The first pair to be tested is AGE and PU_Q01. As the p-value 2.012823e-42 is smaller than 0.05, we reject the null hypothesis and conclude that age is not independent of past usage. In other words, age affects whether or not respondents used the Internet in the past 12 months.
The second pair to be tested is GENDER and PU_Q01. As the p-value 0.2601836 is greater than 0.05, we fail to reject the null hypothesis and conclude that gender is independent of past usage. In other words, respondents’ gender does not affect whether or not they used the Internet in the past 12 months.
The third pair to be tested is Edu_Level and PU_Q01. As the p-value 2.467053e-28 is smaller than 0.05, we reject the null hypothesis and conclude that education level is not independent of past usage. In other words, respondents’ highest level of education affects whether or not they used the Internet in the past 12 months.
The fourth pair to be tested is Labour_Status and PU_Q01. As the p-value 2.991793e-37 is smaller than 0.05, we reject the null hypothesis and conclude that labour status is not independent of past usage. In other words, respondents’ employment status affects whether or not they used the Internet in the past 12 months.

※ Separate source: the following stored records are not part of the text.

// Symmetry detection (src/geometry/detect-symmetry.ts) against spglib (Debian's python3-spglib, run live through
// scripts/symmetry-spglib.py) at the same tolerance on both sides: our tolerance and spglib's `symprec` are the
// same quantity, the largest Cartesian distance in Å between an atom's image under an operation and the atom of
// the same element it lands on.
import { readdirSync } from 'node:fs';
import { describe, expect, it } from 'vitest';
import type { CrystalRecord } from '../src/types.js';
import { readStructures, readCifText } from '../src/io/read.js';
import { expandSites } from '../src/geometry/periodic-set.js';
import { selectOrderedSites } from '../src/geometry/disorder.js';
import { detectSymmetry, DEFAULT_SYMMETRY_TOLERANCE_ANGSTROM, type SymmetryCell } from '../src/geometry/detect-symmetry.js';
import { latticeRotations } from '../src/geometry/lattice-symmetry.js';
import { integerKernel, latticeBasis } from '../src/geometry/integer-lattice.js';
import { solveModOne } from '../src/geometry/congruence.js';
import { cellToBasis } from '../src/geometry/cell.js';
import { inverse } from '../src/geometry/reduce.js';
import { pointGroupSymbol } from '../src/geometry/point-group.js';
import { generateLandscape, ALL_GROUPS } from '../src/demo/landscape.js';
import { subgroupPacking } from '../src/demo/subgroup-packing.js';
import { expandToP1 } from '../src/demo/rewrite.js';
import { orvazinone } from '../src/demo/molecule.js';
import { makeRng, type Rng } from '../src/demo/prng.js';
import { IT_NUMBER, type GeneratedGroup } from '../src/demo/space-groups.js';
import { INDEX_TWO_SUBGROUP, cellOf } from '../src/bench/symmetry-tolerance.js';
import { expectSameAsSpglib, expectStandardised, spglibDatasets } from './helpers/spglib.js';

const TOL = DEFAULT_SYMMETRY_TOLERANCE_ANGSTROM;
const REAL = new URL('./data/real/', import.meta.url).pathname;

/** Atoms of a record as sift uses them: the ordered sites, expanded by the file's operations. */
function cellOfRecord(r: CrystalRecord): SymmetryCell {
  const ex = expandSites(r, selectOrderedSites(r.sites).kept);
  return { basis: ex.basis, frac: ex.frac, types: ex.atomicNumbers };
}

/** The same atoms in another order, each moved by a random vector of length between `leastAngstrom` and `noiseAngstrom`. */
function shuffledWithNoise(c: SymmetryCell, rng: Rng, noiseAngstrom: number, leastAngstrom = 0): SymmetryCell {
  const m = c.types.length;
  const order = rng.shuffle(Array.from({ length: m }, (_, i) => i));
  const inv = inverse(c.basis, 3);
  const frac = new Float64Array(3 * m);
  const types = new Int32Array(m);
  order.forEach((i, k) => {
    const dir = [rng.normal(1), rng.normal(1), rng.normal(1)];
    const len = Math.hypot(dir[0], dir[1], dir[2]);
    const step = (leastAngstrom + rng.next() * (noiseAngstrom - leastAngstrom)) / len;
    const f = [c.frac[3 * i], c.frac[3 * i + 1], c.frac[3 * i + 2]];
    for (let r = 0; r < 3; r++) {
      // Cartesian step -> fractional: d_frac = d_cart B^-1.
      let df = 0;
      for (let s = 0; s < 3; s++) df += dir[s] * step * inv[3 * s + r];
      frac[3 * k + r] = f[r] + df;
    }
    types[k] = c.types[i];
  });
  return { basis: c.basis, frac, types };
}

describe('integer helpers of the search', () => {
  it('finds the integer kernel of a rotation minus the identity (its axis) and of the perpendicular-plane sum', () => {
    // 2-fold about b in a monoclinic basis: axis (0,1,0), perpendicular plane spanned by a and c.
    expect(integerKernel([-2, 0, 0, 0, 0, 0, 0, 0, -2])).toEqual([[0, 1, 0]]);
    const plane = integerKernel([0, 0, 0, 0, 2, 0, 0, 0, 0]);
    expect(plane.length).toBe(2);
    for (const v of plane) expect(v[1]).toBe(0);
  });
  it('builds the primitive lattice from a body-centring translation (index 2)', () => {
    const h = latticeBasis([[2, 0, 0], [0, 2, 0], [0, 0, 2], [1, 1, 1]]);
    const d = h[0][0] * (h[1][1] * h[2][2] - h[1][2] * h[2][1]) - h[0][1] * (h[1][0] * h[2][2] - h[1][2] * h[2][0]) + h[0][2] * (h[1][0] * h[2][1] - h[1][1] * h[2][0]);
    expect(Math.abs(d)).toBe(4);
  });
  it('solves an origin-shift congruence and refuses an inconsistent one', () => {
    // (I - W) p = b mod 1 for W = -I (an inversion): 2 p = b.
    const p = solveModOne([[2, 0, 0], [0, 2, 0], [0, 0, 2]], [0.5, 0.25, 0], 0.01)!;
    expect(p.map((v) => 2 * v)).toEqual([0.5, 0.25, 0]);
    // W = 2-fold about z: rows for z vanish, so b_z must be a whole number.
    expect(solveModOne([[2, 0, 0], [0, 2, 0], [0, 0, 0]], [0, 0, 0.5], 0.01)).toBeNull();
  });
});

describe('lattice rotations of reduced cells', () => {
  // Orders of the seven lattice point groups (holohedries): International Tables Vol. A, Table 3.1.2.1 (common practice).
  const cases: [string, number[], number][] = [
    ['triclinic', [5.1, 6.3, 7.7, 81, 97, 103], 2],
    ['monoclinic', [5.1, 6.3, 7.7, 90, 104, 90], 4],
    ['orthorhombic', [5.1, 6.3, 7.7, 90, 90, 90], 8],
    ['tetragonal', [6.3, 6.3, 7.7, 90, 90, 90], 16],
    ['hexagonal', [6.3, 6.3, 7.7, 90, 90, 120], 24],
    ['rhombohedral', [6.3, 6.3, 6.3, 75, 75, 75], 12],
    ['cubic', [6.3, 6.3, 6.3, 90, 90, 90], 48],
    ['cubic F as its primitive rhombohedron', [4.5, 4.5, 4.5, 60, 60, 60], 48],
  ];
  for (const [name, p, order] of cases) {
    it(`${name}: ${order} rotations`, () => {
      const basis = cellToBasis({ a: p[0], b: p[1], c: p[2], alpha: p[3], beta: p[4], gamma: p[5] });
      expect(latticeRotations(basis, 0.01).length).toBe(order);
    });
  }
});

describe('point-group symbols of space-group symbols', () => {
  it('drops screw subscripts, the lattice letter and placeholder 1s; glides become m (International Tables Vol. A)', () => {
    expect(['P 1 21/c 1', 'P b c a', 'P n a 21', 'F d -3 m', 'P -4 21 c', 'P 63/m m c', 'R -3 c', 'P 1', 'P -1', 'I 41/a m d'].map(pointGroupSymbol)).toEqual(
      ['2/m', 'mmm', 'mm2', 'm-3m', '-42m', '6/mmm', '-3m', '1', '-1', '4/mmm'],
    );
  });
});

describe('real CIFs expanded to P1 and shuffled, with noise, equal spglib (live)', async () => {
  const files = readdirSync(REAL).filter((f) => f.endsWith('.cif')).map((f) => REAL + f);
  const records: CrystalRecord[] = [];
  for await (const b of readStructures(files)) if (b.kind === 'record') records.push(b.record);
  const rng = makeRng(1101);
  const cases: { label: string; cell: SymmetryCell }[] = [];
  for (const r of records) {
    const cell = cellOfRecord(r);
    cases.push({ label: `${r.source} as read`, cell });
    for (const noise of [0.001, 0.003, 0.01]) cases.push({ label: `${r.source} in P1, shuffled, noise ${noise} Å`, cell: shuffledWithNoise(cell, rng, noise) });
  }
  const ref = spglibDatasets(cases.map((c) => c.cell), TOL).results;

  it('covers every structure the reader accepts in the real files, in many space groups', () => {
    expect(records.length).toBeGreaterThanOrEqual(45);
    expect(new Set(ref.map((r) => r.number)).size).toBeGreaterThanOrEqual(20);
  });
  it('gives spglib\'s group, setting, operations, orbits and cells for every one', () => {
    cases.forEach((c, i) => expectSameAsSpglib(c.label, c.cell, detectSymmetry(c.cell, TOL), ref[i], TOL));
  });
});

const GROUPS: GeneratedGroup[] = [...ALL_GROUPS, 'Pna21'];

describe('generated packings of the invented molecule written as a search writes them equal spglib (live)', () => {
  // Two packings per group, each written six ways: standard, symbol only, another cell, another setting, P1, P1 supercell.
  const g = generateLandscape({ seed: 31, packings: 14, copiesPerPacking: 6, closePairs: 0, spaceGroups: GROUPS, noiseAngstrom: 0.002, squeezeMoves: 150 });
  const cells = readCifText(g.cif, 'generated.cif').map((b) => {
    if (b.kind !== 'record') throw new Error(b.rejected.reason);
    const ex = expandSites(b.record, b.record.sites.map((_, i) => i));
    return { basis: ex.basis, frac: ex.frac, types: ex.atomicNumbers } as SymmetryCell;
  });
  const ref = spglibDatasets(cells, TOL).results;

  it('includes P1 copies and supercells of every group', () => {
    for (const group of GROUPS) {
      const kinds = new Set(g.kinds.filter((_, i) => g.packings[g.truth[i]].group === group));
      expect([...kinds].sort()).toEqual(['other-cell', 'other-setting', 'p1', 'p1-supercell', 'standard', 'symbol-only']);
    }
  });
  it('finds the group each copy was generated in, as spglib does', () => {
    cells.forEach((cell, i) => {
      const label = `${g.ids[i]} (${g.kinds[i]} of a ${g.packings[g.truth[i]].group} packing)`;
      const d = detectSymmetry(cell, TOL);
      expectSameAsSpglib(label, cell, d, ref[i], TOL);
      expect(d.ok && d.symmetry.number, label).toBe(IT_NUMBER[g.packings[g.truth[i]].group]);
      // Z' = 1 copies: one molecule (11 atoms) per operation in the given cell.
      expect(d.ok && d.symmetry.operations.length * 11, label).toBe(cell.types.length);
    });
  });
});

describe('noise above the tolerance: both sides report the lower group (live)', () => {
  const mol = orvazinone();
  const g = generateLandscape({ seed: 32, packings: 14, copiesPerPacking: 1, closePairs: 0, spaceGroups: GROUPS, squeezeMoves: 150 });
  const rng = makeRng(3202);
  // Every atom moved by 0.15-0.25 Å: no operation but the identity survives.
  const shaken = g.packings.map((gp) =>
    shuffledWithNoise(cellOf(expandToP1(subgroupPacking(gp.packing, [0], 0, rng, mol.elements.length, mol.elements))), rng, 0.25, 0.15),
  );
  // Molecules outside an index-2 subgroup turned by 4° (at least 0.16 Å from the higher group): the subgroup is found.
  const turned = g.packings.map((gp) => cellOf(expandToP1(subgroupPacking(gp.packing, INDEX_TWO_SUBGROUP[gp.group], 4, rng, mol.elements.length, mol.elements))));
  const refShaken = spglibDatasets(shaken, TOL).results;
  const refTurned = spglibDatasets(turned, TOL).results;
  // The index-2 subgroups kept (International Tables Vol. A, maximal subgroups): P21/c -> P-1, P-1 -> P1,
  // P212121 -> P21, C2/c -> P-1 (C-1), P21 -> P1, Pbca -> P21/c (P21/b 1 1 setting), Pna21 -> P21.
  const lower: Record<GeneratedGroup, number> = { 'P21/c': 2, 'P-1': 1, P212121: 4, 'C2/c': 2, P21: 1, Pbca: 14, Pna21: 4 };

  it('random displacements of 0.15-0.25 Å leave P1 on both sides', () => {
    shaken.forEach((cell, i) => {
      const d = detectSymmetry(cell, TOL);
      expectSameAsSpglib(`${g.packings[i].group} shaken`, cell, d, refShaken[i], TOL);
      expect(d.ok && d.symmetry.number).toBe(1);
    });
  });
  it('a 4° turn of half the molecules leaves the index-2 subgroup on both sides', () => {
    turned.forEach((cell, i) => {
      const gp = g.packings[i];
      const d = detectSymmetry(cell, TOL);
      expectSameAsSpglib(`${gp.group} turned`, cell, d, refTurned[i], TOL);
      expect(d.ok && d.symmetry.number).toBe(lower[gp.group]);
    });
  });
  it('a tolerance too tight for the noise gives a lower group than the generated one', () => {
    const p21c = g.packings.find((gp) => gp.group === 'P21/c')!;
    const noisy = shuffledWithNoise(cellOf(expandToP1(subgroupPacking(p21c.packing, [0, 1, 2, 3], 0, rng, 11, mol.elements))), rng, 0.01, 0.005);
    const tight = detectSymmetry(noisy, 0.002);
    expect(tight.ok && tight.symmetry.number).toBe(1);
    const ref = spglibDatasets([noisy], 0.002).results[0];
    expect(ref.number).toBe(1);
  });
});

describe('the change of basis to the standard setting', () => {
  it('takes the operations of a P21/n copy in another cell and origin to those of P 1 21/c 1', () => {
    const g = generateLandscape({ seed: 33, packings: 1, copiesPerPacking: 6, closePairs: 0, spaceGroups: ['P21/c'], squeezeMoves: 150 });
    readCifText(g.cif, 'generated.cif').forEach((b, i) => {
      if (b.kind !== 'record') throw new Error(b.rejected.reason);
      const ex = expandSites(b.record, b.record.sites.map((_, s) => s));
      const d = detectSymmetry({ basis: ex.basis, frac: ex.frac, types: ex.atomicNumbers });
      expect(d.ok).toBe(true);
      if (d.ok) expectStandardised(g.kinds[i], d.symmetry, TOL);
    });
  });
});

The last pair to be tested is Household_Size and PU_Q01. As the p-value 2.228604e-32 is smaller than 0.05, we reject the null hypothesis and conclude that household size is not independent of past usage. In other words, the size of respondents’ family affects whether or not they used the Internet in the past 12 months.

5. Recommendation/Conclusion

To conclude, even the test findings indicate that age, education, and employment status are major factors in internet usage. People that are employed use the internet the most, and internet usage increases with education level.
Additionally, the age group of 55 and older include those who do not use the internet, which makes perfect sense given that this group belongs to the category of not in labour force and uses the internet the least.